**** Data supplied ****

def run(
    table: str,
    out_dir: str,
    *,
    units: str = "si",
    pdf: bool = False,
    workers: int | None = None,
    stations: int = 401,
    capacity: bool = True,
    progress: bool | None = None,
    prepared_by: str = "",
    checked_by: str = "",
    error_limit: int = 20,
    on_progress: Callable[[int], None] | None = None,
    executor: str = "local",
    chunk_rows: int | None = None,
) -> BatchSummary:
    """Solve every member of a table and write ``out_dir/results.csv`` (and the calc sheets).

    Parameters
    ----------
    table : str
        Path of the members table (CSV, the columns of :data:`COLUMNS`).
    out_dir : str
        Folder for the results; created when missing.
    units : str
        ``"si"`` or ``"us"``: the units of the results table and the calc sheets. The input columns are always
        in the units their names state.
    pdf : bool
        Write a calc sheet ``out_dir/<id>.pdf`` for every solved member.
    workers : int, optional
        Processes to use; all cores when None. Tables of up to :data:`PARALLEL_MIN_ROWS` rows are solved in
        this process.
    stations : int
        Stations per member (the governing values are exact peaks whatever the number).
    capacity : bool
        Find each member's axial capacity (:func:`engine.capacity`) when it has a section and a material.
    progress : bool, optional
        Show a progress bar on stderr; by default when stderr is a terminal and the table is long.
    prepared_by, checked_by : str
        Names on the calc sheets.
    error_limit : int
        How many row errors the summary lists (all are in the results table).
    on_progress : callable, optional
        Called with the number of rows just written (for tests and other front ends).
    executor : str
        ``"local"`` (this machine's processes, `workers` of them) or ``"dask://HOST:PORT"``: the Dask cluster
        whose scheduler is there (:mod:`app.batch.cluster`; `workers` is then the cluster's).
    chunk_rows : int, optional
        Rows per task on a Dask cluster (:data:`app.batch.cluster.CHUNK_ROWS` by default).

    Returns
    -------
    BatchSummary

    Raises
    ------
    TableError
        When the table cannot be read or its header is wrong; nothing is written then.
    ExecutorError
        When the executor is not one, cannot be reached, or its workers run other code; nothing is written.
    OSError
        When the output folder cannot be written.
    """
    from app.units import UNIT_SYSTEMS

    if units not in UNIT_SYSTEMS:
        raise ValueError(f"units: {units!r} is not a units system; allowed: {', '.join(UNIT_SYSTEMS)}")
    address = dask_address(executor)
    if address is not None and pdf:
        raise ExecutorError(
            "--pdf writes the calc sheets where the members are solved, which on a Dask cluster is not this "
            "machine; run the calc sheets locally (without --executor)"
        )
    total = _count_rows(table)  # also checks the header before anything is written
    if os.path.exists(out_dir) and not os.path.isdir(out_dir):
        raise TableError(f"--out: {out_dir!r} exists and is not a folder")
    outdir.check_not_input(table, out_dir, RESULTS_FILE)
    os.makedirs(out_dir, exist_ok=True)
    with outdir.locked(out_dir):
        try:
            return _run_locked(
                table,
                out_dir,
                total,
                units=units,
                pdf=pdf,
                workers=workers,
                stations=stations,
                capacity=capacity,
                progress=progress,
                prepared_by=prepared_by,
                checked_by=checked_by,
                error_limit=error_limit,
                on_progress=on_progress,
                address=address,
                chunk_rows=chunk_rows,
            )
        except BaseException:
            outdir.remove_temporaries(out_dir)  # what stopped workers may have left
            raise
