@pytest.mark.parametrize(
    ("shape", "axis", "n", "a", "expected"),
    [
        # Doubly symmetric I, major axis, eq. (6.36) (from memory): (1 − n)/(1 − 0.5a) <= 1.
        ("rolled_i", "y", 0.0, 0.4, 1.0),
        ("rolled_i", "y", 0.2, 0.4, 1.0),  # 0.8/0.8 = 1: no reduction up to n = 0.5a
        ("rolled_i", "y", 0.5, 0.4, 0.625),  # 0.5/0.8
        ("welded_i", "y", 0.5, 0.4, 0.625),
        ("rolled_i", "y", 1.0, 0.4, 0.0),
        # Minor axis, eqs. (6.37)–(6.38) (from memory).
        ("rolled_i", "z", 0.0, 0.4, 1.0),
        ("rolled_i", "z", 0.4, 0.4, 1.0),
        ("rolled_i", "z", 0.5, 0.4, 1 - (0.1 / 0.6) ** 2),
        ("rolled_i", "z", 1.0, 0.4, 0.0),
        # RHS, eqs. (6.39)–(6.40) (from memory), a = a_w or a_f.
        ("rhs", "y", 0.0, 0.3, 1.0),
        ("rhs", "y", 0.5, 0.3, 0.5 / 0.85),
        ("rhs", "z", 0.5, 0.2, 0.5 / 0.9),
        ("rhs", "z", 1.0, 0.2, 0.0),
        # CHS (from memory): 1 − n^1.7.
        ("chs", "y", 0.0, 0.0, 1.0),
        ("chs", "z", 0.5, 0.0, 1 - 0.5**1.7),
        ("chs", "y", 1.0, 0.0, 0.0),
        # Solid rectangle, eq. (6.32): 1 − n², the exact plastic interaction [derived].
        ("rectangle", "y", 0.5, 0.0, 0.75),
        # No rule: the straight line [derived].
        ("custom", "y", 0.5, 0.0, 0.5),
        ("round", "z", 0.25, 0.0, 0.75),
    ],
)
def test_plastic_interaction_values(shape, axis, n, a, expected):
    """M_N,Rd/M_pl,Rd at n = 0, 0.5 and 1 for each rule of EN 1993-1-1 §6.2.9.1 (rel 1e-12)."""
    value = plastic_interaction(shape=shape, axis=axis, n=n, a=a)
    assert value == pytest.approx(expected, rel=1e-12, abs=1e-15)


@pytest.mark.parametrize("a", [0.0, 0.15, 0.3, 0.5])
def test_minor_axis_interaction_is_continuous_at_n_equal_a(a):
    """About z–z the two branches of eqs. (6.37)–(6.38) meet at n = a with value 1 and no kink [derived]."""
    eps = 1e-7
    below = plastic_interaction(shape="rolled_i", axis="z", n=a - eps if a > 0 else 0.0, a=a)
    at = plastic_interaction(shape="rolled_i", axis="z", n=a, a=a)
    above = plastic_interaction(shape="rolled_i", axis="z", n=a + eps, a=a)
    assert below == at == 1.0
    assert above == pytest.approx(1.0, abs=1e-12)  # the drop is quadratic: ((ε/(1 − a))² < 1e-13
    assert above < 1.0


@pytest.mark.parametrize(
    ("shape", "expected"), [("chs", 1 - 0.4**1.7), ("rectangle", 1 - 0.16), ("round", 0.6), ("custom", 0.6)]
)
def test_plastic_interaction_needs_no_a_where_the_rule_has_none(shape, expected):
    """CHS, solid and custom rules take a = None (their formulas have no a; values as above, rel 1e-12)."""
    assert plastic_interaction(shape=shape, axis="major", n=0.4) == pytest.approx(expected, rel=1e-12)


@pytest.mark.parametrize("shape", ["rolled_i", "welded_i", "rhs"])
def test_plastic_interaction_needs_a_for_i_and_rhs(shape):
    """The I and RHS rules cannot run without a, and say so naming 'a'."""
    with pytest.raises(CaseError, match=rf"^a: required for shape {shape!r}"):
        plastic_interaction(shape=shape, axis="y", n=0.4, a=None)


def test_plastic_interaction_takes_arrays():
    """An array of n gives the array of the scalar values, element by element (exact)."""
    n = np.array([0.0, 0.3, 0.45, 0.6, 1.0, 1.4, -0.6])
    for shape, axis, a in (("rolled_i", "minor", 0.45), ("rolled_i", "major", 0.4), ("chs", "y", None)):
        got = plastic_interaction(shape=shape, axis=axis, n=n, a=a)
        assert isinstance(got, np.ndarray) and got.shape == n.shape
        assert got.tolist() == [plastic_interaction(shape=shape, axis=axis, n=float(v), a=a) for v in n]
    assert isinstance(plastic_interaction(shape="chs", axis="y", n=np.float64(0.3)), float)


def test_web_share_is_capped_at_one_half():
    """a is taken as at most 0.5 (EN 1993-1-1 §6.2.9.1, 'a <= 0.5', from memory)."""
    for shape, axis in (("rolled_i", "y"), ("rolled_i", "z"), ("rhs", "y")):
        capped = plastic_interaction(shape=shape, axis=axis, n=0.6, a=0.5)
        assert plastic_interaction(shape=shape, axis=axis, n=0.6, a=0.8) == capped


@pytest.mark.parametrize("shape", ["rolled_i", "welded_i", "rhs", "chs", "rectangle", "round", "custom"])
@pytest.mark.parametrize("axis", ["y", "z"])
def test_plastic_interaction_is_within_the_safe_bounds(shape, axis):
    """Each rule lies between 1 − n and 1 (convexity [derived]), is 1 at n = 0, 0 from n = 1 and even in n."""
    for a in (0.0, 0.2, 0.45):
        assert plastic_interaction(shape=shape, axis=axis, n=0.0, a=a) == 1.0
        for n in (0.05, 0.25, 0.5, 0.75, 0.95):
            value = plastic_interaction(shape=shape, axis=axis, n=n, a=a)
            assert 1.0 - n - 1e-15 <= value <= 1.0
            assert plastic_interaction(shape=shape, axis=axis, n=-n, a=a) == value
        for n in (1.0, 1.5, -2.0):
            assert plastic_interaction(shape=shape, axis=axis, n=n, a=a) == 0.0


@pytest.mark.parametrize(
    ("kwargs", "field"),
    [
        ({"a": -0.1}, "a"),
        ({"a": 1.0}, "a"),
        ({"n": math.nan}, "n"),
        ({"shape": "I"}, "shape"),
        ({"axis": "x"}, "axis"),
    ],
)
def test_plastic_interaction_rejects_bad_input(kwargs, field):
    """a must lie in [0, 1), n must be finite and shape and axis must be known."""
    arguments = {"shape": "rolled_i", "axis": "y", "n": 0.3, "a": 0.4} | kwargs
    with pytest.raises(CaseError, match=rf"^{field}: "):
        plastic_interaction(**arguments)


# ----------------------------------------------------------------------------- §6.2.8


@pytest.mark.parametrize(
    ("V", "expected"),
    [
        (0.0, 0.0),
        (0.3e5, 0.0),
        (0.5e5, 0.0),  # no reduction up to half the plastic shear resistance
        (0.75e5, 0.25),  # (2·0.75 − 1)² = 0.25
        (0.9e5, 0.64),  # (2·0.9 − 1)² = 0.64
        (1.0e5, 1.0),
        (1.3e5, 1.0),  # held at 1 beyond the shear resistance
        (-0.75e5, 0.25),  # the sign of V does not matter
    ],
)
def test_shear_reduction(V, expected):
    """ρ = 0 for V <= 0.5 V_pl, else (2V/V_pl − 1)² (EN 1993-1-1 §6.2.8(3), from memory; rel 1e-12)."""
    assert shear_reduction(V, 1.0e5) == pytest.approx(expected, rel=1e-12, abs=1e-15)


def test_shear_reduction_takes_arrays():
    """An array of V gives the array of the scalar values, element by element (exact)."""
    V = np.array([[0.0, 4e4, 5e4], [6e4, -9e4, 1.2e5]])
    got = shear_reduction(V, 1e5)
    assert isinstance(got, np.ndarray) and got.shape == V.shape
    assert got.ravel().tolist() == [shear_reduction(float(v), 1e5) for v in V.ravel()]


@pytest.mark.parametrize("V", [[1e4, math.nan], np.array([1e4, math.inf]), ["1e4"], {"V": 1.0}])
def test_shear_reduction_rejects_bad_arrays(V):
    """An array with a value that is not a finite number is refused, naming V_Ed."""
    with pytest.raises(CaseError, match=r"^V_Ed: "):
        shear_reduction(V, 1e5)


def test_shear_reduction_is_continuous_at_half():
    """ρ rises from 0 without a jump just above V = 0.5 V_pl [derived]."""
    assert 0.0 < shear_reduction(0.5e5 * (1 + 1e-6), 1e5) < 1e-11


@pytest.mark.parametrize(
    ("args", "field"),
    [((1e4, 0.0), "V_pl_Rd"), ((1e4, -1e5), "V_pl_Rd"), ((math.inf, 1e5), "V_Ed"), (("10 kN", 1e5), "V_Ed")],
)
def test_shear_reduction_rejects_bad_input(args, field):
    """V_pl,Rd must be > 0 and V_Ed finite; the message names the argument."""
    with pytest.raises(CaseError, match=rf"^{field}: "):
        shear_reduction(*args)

****

Where in the listing does the string "just" appear? Copy every line that has it.

        Called with the number of rows just written (for tests and other front ends).
    """ρ rises from 0 without a jump just above V = 0.5 V_pl [derived]."""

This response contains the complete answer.